L’elenco australiano degli eventi sentinella versione 2
Lo scopo della segnalazione degli eventi sentinella è quello di garantire la responsabilità pubblica e la trasparenza e guidare i miglioramenti nazionali nella sicurezza del paziente.
Gli eventi sentinella sono un sottoinsieme di eventi avversi alla sicurezza del paziente che sono del tutto evitabili e provocano gravi danni a, o la morte di un paziente. Sono gli incidenti più gravi riportati attraverso il sistema di segnalazione degli incidenti di ogni giurisdizione. L’intento non è quello di misurare gli episodi che non si concludono con la morte o la morbilità in corso.
Gli eventi sentinella nazionali (v2.0) sono elencati di seguito:
1 | Chirurgia o altra procedura invasiva eseguita sul sito sbagliato con conseguente danno grave o morte |
2 | Chirurgia o altra procedura invasiva eseguita sul paziente sbagliato con conseguente danno grave o morte |
3 | Operazione chirurgica errata o altra procedura invasiva eseguita su un paziente con conseguente danno grave o morte |
Ritenuta involontaria di un oggetto estraneo in un paziente dopo un intervento chirurgico o altra procedura invasiva con conseguente danno grave o morte | |
Reazione emolitica da trasfusione di sangue risultante da incompatibilità ABO con conseguente danno grave o morte | |
Sospetto suicidio di un paziente in un’unità psichiatrica acuta o reparto psichiatrico acuto | |
Errore farmacologico con conseguente danno grave o morte | |
Uso di costrizione fisica o meccanica con conseguente danno grave o morte | |
Dimissione o rilascio di un neonato o di un bambino a una persona non autorizzata | |
Uso di un tubo oro- o naso-gastrico posizionato erroneamente con conseguente o naso-gastrico con conseguente danno grave o morte |
Specifiche
Le specifiche per i dieci eventi sentinella nazionali sono state sviluppate per fornire chiarezza su ciò che costituisce un evento sentinella. Questo ha lo scopo di aiutare la coerenza nella segnalazione.

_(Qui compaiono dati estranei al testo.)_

def _signing_commands(sub) -> None:
    """``derivpad keygen`` and ``derivpad sign``: keys and signed sign-off (docs/signing.md)."""
    keygen = sub.add_parser("keygen", help="make an Ed25519 key pair for signing calc packages")
    keygen.add_argument("--name", required=True, help="the key holder's name")
    keygen.add_argument("--role", action="append", required=True, choices=("preparer",
                        "checker", "approver"), help="a role the key may sign (repeat)")
    keygen.add_argument("--out", required=True, metavar="PATH",
                        help="the private key's path (the public key goes to PATH.pub)")
    keygen.add_argument("--passphrase-file", metavar="FILE",
                        help="protect the private key with the passphrase in FILE")
    sign = sub.add_parser("sign", help="add a signature to a calc package")
    sign.add_argument("package", help="the package folder or its .zip")
    sign.add_argument("--key", required=True, metavar="PATH", help="the private key")
    sign.add_argument("--role", required=True, choices=("preparer", "checker", "approver"),
                      help="the role this signature is given in (the key must allow it)")
    sign.add_argument("--comment", default="", help="a remark kept in the signed statement")
    sign.add_argument("--passphrase-file", metavar="FILE",
                      help="the passphrase of the private key, read from FILE")


def _passphrase(path) -> str | None:
    if not path:
        return None
    from pathlib import Path
    try:
        return Path(path).read_text(encoding="utf-8").rstrip("\n")
    except OSError as exc:
        raise ParameterError(f"the passphrase file {path} cannot be read ({exc})",
                             "passphrase_file") from exc


def _signing(args) -> str:
    from .export.signing import generate_keys, sign_package
    if args.command == "keygen":
        private, public = generate_keys(args.out, args.name, args.role,
                                        _passphrase(args.passphrase_file))
        return f"private key: {private} (keep it; mode 0600)\npublic key: {public} (share it)"
    path = sign_package(args.package, args.key, args.role, comment=args.comment,
                        passphrase=_passphrase(args.passphrase_file))
    return f"signed as {args.role}: {path}"


def _problem_options(command, param_help: str) -> None:
    """The options that state a problem, shared by ``solve`` and ``cases``: initial conditions,
    parameter values, display units and acceptance criteria."""
    command.add_argument("--ic", action="append", default=[], metavar="COND",
                         help="an initial condition at 0-, e.g. --ic \"y'(0)=0\" (repeat)")
    command.add_argument("--param", action="append", default=[], metavar="NAME=VALUE",
                         help=param_help)
    command.add_argument("--unit", action="append", default=[], metavar="NAME=UNIT",
                         help="display unit of the unknown or of t, e.g. --unit x=mm (repeat)")
    command.add_argument("--criterion", action="append", default=[], metavar="LIMIT",
                         help="an acceptance criterion on a result, e.g. --criterion "
                              "\"peak <= 3 mm\" (repeat); judged with units, OK / NOT OK")


def _audit(args) -> tuple[str, int]:
    from .export.audit import audit_package
    require = tuple(r.strip() for r in args.require.split(",") if r.strip())
    result = audit_package(args.package, rerun=args.rerun, notebook=args.notebook,
                           trust=args.trust, require=require)
    return f"Audit of {args.package}\n\n" + result.table(), 0 if result.holds else 1


def _cases(args) -> int:
    """``derivpad cases``: the envelope, each criterion's outcome, the verification."""
    from pathlib import Path
    from .cases import load_cases
    from .render.cases import cases_text
    out = Path(args.out) if args.out else None
    if args.workers is not None and args.workers < 1:
        raise ParameterError(f"--workers {args.workers}: give the number of worker processes, "
                             "1 or more, e.g. --workers 2", "workers")
    if out is not None and out.suffix.lower() not in (".csv", ".parquet"):
        raise ParameterError(f"cannot tell the format of --out {args.out!r}; end the name with "
                             ".csv or .parquet", "out")
    r = load_cases(args.equation, ics=_read_ics(args.ic),
                   params=_read_pairs(args.param, "--param", "m=\"900 kg\""),
                   units=_read_pairs(args.unit, "--unit", "x=mm"), cases=args.table,
                   criteria=args.criterion, seed=args.seed,
                   on_error="record" if args.record_failures else "raise", progress=None,
                   scheduler=args.scheduler, workers=args.workers)
    if out is not None:
        (r.to_parquet if out.suffix.lower() == ".parquet" else r.to_csv)(out)
    import textwrap
    width = _width(args.width)
    print("\n".join(textwrap.fill(line, width, subsequent_indent="      ")
                    for line in cases_text(r).splitlines()))
    if out is not None:
        print(f"every case's results written to {out}")
    failed = int((r.table["form"] == "failed").sum())
    return 0 if r.all_ok and not failed else 1


_IC = re.compile(r"^(.*\))\s*=\s*(.+)$")


def _read_ics(items: list[str]) -> dict:
    out = {}
    for item in items:
        m = _IC.match(item.strip())
        if not m:
            raise InitialConditionError(
                f"cannot read --ic {item!r}; write it as \"y(0)=0\" or \"y'(0)=1.5\"", key=item)
        out[m.group(1).strip()] = m.group(2).strip()
    return out


def _read_pairs(items: list[str], option: str, example: str) -> dict:
    out = {}
    for item in items:
        name, eq, value = item.partition("=")
        if not eq or not name.strip() or not value.strip():
            raise ParameterError(f"cannot read {option} {item!r}; write it as NAME=VALUE, e.g. "
                                 f"{example}", item)
        out[name.strip()] = value.strip()
    return out


def _width(asked: int | None) -> int:
    """The text width: as asked (at least 40), else the terminal's, else 80."""
    if asked is not None:
        if asked < 40:
            raise ParameterError(f"--width {asked} is too narrow to read; give 40 columns or "
                                 "more, e.g. --width 80", "width")
        return asked
    import shutil
    return max(40, min(shutil.get_terminal_size((80, 24)).columns, 160))


def _emit(derivation, fmt: str, times, title: str | None = None, width: int = 80) -> str:
    """The derivation in the chosen format; samples at ``times`` (s) of every unknown and
    derived quantity, in display units in the text table and in SI in JSON."""
    p = derivation.problem
    names = p.names
    if fmt == "json":
        data = derivation.to_dict()
        if times:
            values = derivation.values_at(list(times))
            data["samples"] = [{"t": t, **{n: float(values[n][i]) for n in names}}
                               for i, t in enumerate(times)]
            data["sample_units"] = {"t": "s", **{
                n: (p.unit_context(n).unknown_si if p.units else "")
                or "as the equation's numbers" for n in names}}
        return json.dumps(data, indent=2, ensure_ascii=False)
    if fmt == "latex":
        return derivation.to_latex(document=True)
    from .render.notation import text_expr
    from .render.text import wrap_terms
    out = []
    if title:
        import textwrap
        lines = textwrap.wrap(title, width)
        out += lines + ["=" * max(len(x) for x in lines), ""]
    out += [derivation.to_text(width=width), ""]
    for u, solution in derivation.solutions.items():
        si = p.unit_context(u).unknown_si if p.units else ""
        written = f" (SI: {u} in {si}, t in s)" if si else " (t in s)"
        if getattr(derivation, "record", None) is not None:  # under a load record
            written = (f" on one segment of the record, t standing for the time since the "
                       f"segment's start{written}")
        out.append(f"Solution{written}:")
        out.append(wrap_terms(f"{u}(t) = ", text_expr(solution,
                                                        decimals=dict(p.written_decimals)),
                              width, "    "))
    if times:
        out += [""] + _sample_table(derivation, times)
    return "\n".join(out)


def _sample_table(derivation, times) -> list[str]:
    """Rows of t and each quantity, in display units."""
    from .core.reading.units import display_factor, display_offset
    from .render.notation import format_value
    p = derivation.problem
    values = derivation.values_at(list(times))
    t_unit = p.units.time_display if p.units else ""
    t_scale = display_factor("s", t_unit) if p.units else 1.0
    columns, heads = [], []
    for name in p.names:
        ctx = p.unit_context(name)
        scale = display_factor(ctx.unknown_si, ctx.unknown_display) if ctx else 1.0
        offset = display_offset(ctx.unknown_si, ctx.unknown_display) if ctx else 0.0
        columns.append(values[name] * scale + offset)
        heads.append(f"{name}(t)" + (f" [{ctx.unknown_display}]" if ctx else ""))
    t_head = "t" + (f" [{t_unit}]" if t_unit else "")
    size = max(12, len(t_head))
    sizes = [max(12, len(h)) for h in heads]
    out = [f"{t_head:>{size}}  " + "  ".join(f"{h:>{n}}" for h, n in zip(heads, sizes))]
    out += [f"{format_value(t * t_scale, 6):>{size}}  "
            + "  ".join(f"{format_value(float(c[i]), 6):>{n}}" for c, n in zip(columns, sizes))
            for i, t in enumerate(times)]
    return out


def main(argv=None) -> int:
    """Entry point of the ``derivpad`` console script: never a traceback (see the module
    docstring for the exit statuses)."""
    try:
        return _main(argv)
    except BrokenPipeError:
        # the reader closed the pipe (derivpad demo | head): stop quietly
        import os
        devnull = os.open(os.devnull, os.O_WRONLY)
        os.dup2(devnull, sys.stdout.fileno())
        return 0
    except KeyboardInterrupt:
        print("derivpad: interrupted", file=sys.stderr)
        return 130
    except SystemExit:
        raise
    except Exception as exc:  # noqa: BLE001 - the last line of defence: one line, no traceback
        print(f"derivpad: internal error ({type(exc).__name__}: {exc}); no answer is given. "
              "Please report the command that led to it.", file=sys.stderr)
        return INTERNAL
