"""The built-in scenario: a pump skid on spring isolators hit by a pressure-surge pulse.

Data of our own, for demonstration only. A 1200 kg skid on isolators of total stiffness
480 kN/m with 2.4 kN·s/m of damping (natural frequency 20 rad/s, 5 % of critical damping)
takes a 6 kN force from a pressure surge in its piping, from t = 0.02 s to 0.07 s.
"""

from __future__ import annotations

from .core.model.derivation import Derivation
from .core.engine import derive

__all__ = ["DEMO_EQUATION", "DEMO_ICS", "DEMO_PARAMS", "DEMO_TIMES", "DEMO_TITLE", "DEMO_UNITS",
           "demo"]

DEMO_TITLE = "Pump skid on spring isolators: response to a pressure-surge pulse"
DEMO_EQUATION = "m*x'' + c*x' + k*x = F0*(u(t - t1) - u(t - t2))"
DEMO_ICS = {"x(0)": 0, "x'(0)": 0}
DEMO_PARAMS = {
    "m": "1200 kg",       # skid and pump
    "c": "2.4 kN*s/m",    # isolator damping
    "k": "480 kN/m",      # isolator stiffness
    "F0": "6 kN",         # surge force
    "t1": "20 ms",        # surge arrives
    "t2": "70 ms",        # surge ends
}
DEMO_UNITS = {"x": "mm", "t": "s"}
DEMO_TIMES = (0.0, 0.02, 0.05, 0.07, 0.1, 0.15, 0.2, 0.3, 0.5, 1.0)


def demo() -> Derivation:
    """Derive the built-in scenario."""
    return derive(DEMO_EQUATION, ics=DEMO_ICS, params=DEMO_PARAMS, units=DEMO_UNITS)
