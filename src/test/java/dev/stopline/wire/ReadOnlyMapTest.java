package dev.stopline.wire;

import static org.junit.jupiter.api.Assertions.assertEquals;
import static org.junit.jupiter.api.Assertions.assertSame;
import static org.junit.jupiter.api.Assertions.assertThrows;

import java.util.LinkedHashMap;
import java.util.List;
import java.util.Map;
import org.junit.jupiter.api.Test;

class ReadOnlyMapTest {
    @Test
    void copyOf_aForeignMap_isACopyInItsOrder_thatTheCallerCannotChange() {
        Map<String, Integer> source = new LinkedHashMap<>();
        source.put("treatment", 2);
        source.put("control", 1);
        Map<String, Integer> copy = ReadOnlyMap.copyOf(source);
        source.put("holdout", 3);
        assertEquals(List.of("treatment", "control"), List.copyOf(copy.keySet()));
        assertEquals(Map.of("treatment", 2, "control", 1), copy);
        assertThrows(UnsupportedOperationException.class, () -> copy.put("x", 0));
        assertThrows(UnsupportedOperationException.class, () -> copy.entrySet().iterator().next().setValue(9));
        assertThrows(UnsupportedOperationException.class, () -> copy.keySet().remove("control"));
    }

    @Test
    void copyOf_aReadOnlyMap_isTheSameMap() {
        Map<String, Integer> once = ReadOnlyMap.copyOf(Map.of("control", 1));
        assertSame(once, ReadOnlyMap.copyOf(once));
    }

    @Test
    void snapshotsFromBothParserPaths_areEqualAndUnmodifiable() {
        byte[] record = Records.VALID.getBytes(java.nio.charset.StandardCharsets.UTF_8);
        Snapshot fast = SnapshotParser.fastPathOnly(record, "checkout-redesign");
        Snapshot viaRecord = new Snapshot(fast.experiment(), fast.sequence(), fast.observedAt(),
                new LinkedHashMap<>(fast.arms()));
        assertEquals(viaRecord, fast);
        assertEquals(viaRecord.hashCode(), fast.hashCode());
        assertThrows(UnsupportedOperationException.class, () -> fast.arms().clear());
        assertThrows(UnsupportedOperationException.class,
                () -> fast.arms().get("control").metrics().remove("orders"));
    }
}
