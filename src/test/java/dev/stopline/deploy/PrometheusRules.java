package dev.stopline.deploy;

import com.fasterxml.jackson.databind.JsonNode;
import com.fasterxml.jackson.databind.ObjectMapper;
import com.fasterxml.jackson.dataformat.yaml.YAMLFactory;
import java.io.IOException;
import java.nio.file.Path;
import java.util.Set;
import java.util.TreeSet;
import java.util.regex.Matcher;
import java.util.regex.Pattern;

/** The metric names a Prometheus rule file's expressions refer to. */
final class PrometheusRules {
    /** A metric name followed by a label matcher or a range/space (PromQL functions are followed by '('). */
    private static final Pattern METRIC = Pattern.compile("\\b([a-z_][a-z0-9_]*)\\s*(?=\\{|\\[|\\)|\\s|$)");
    private static final Set<String> KEYWORDS = Set.of("by", "without", "or", "and", "unless", "on", "ignoring",
            "group_left", "group_right", "bool", "offset", "sum", "min", "max", "avg", "group", "stddev", "stdvar",
            "count", "count_values", "bottomk", "topk", "quantile");

    private PrometheusRules() {
    }

    static Set<String> metricNames(Path rulesFile) throws IOException {
        JsonNode rules = new ObjectMapper(new YAMLFactory()).readTree(rulesFile.toFile());
        Set<String> names = new TreeSet<>();
        for (JsonNode group : rules.path("groups")) {
            for (JsonNode r : group.path("rules")) {
                // label values and matchers are inside {...}: drop them before looking for names
                String expr = r.path("expr").asText().replaceAll("\\{[^}]*\\}", "{}")
                        .replaceAll("\\([a-z_, ]*\\)\\s*\\(", "((");
                Matcher m = METRIC.matcher(expr);
                while (m.find()) {
                    if (!KEYWORDS.contains(m.group(1))) {
                        names.add(m.group(1));
                    }
                }
            }
        }
        return names;
    }
}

La Commissione ha un gruppo di esperti che supervisiona le domande locali o giurisdizionali riguardanti la classificazione degli eventi sentinella. Il gruppo è composto da esperti clinici, politici e operativi.
Sviluppo
Lo sviluppo della versione 2 della lista degli eventi sentinella australiani ha coinvolto una scansione ambientale e una revisione della letteratura, una consultazione clinica mirata e un’ampia consultazione pubblica.
Storia
La prima versione della lista è stata approvata dai ministri della sanità australiani nel 2002.
Nell’aprile 2004, i ministri della sanità australiani hanno stabilito che gli ospedali pubblici dovessero riferire sugli eventi sentinella a livello nazionale. Dal 2007, gli eventi sentinella sono stati riportati dagli stati e dai territori nella relazione annuale della Productivity Commission sui servizi governativi.
Nel 2017, la Commissione ha intrapreso una revisione dell’elenco australiano degli eventi sentinella per conto degli stati, dei territori e del Commonwealth e, l’elenco aggiornato degli eventi sentinella australiani è stato approvato dai ministri della sanità australiani nel dicembre 2018.